(Saved entries)
*** Block opens ***

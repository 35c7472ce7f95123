package org.ductledger.numeric;

/** What a power of the stagnation ratio is multiplied with. */
public enum Ending {
    NOTHING(0) {
        @Override
        double of(double power, double mach, double gamma) {
            return power;
        }
    },
    /** Over M: the form of A/A*. */
    OVER_MACH(-1) {
        @Override
        double of(double power, double mach, double gamma) {
            return overMach(power, mach);
        }
    },
    /** Times M sqrt(gamma): the form of a mass flow. */
    MACH_ROOT_GAMMA(1) {
        @Override
        double of(double power, double mach, double gamma) {
            return machRootGamma(power, mach, gamma);
        }
    },
    /** Times gamma/2 M^2: the form of a dynamic pressure. */
    HALF_GAMMA_MACH_SQUARE(2) {
        @Override
        double of(double power, double mach, double gamma) {
            return halfGammaMachSquare(power, mach, gamma);
        }
    };

    /** The power in which the Mach number stands in it. */
    final int machExponent;

    Ending(int machExponent) {
        this.machExponent = machExponent;
    }

    abstract double of(double power, double mach, double gamma);

    static double overMach(double power, double mach) {
        return power / mach;
    }

    static double machRootGamma(double power, double mach, double gamma) {
        return power * (Math.sqrt(gamma) * mach);
    }

    static double halfGammaMachSquare(double power, double mach, double gamma) {
        return power * (0.5 * gamma * mach * mach);
    }
}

*** Block closes ***

- Task directions -
Copy out every line from the data above that has "static" in it.

- Written response -
    static double overMach(double power, double mach) {
    static double machRootGamma(double power, double mach, double gamma) {
    static double halfGammaMachSquare(double power, double mach, double gamma) {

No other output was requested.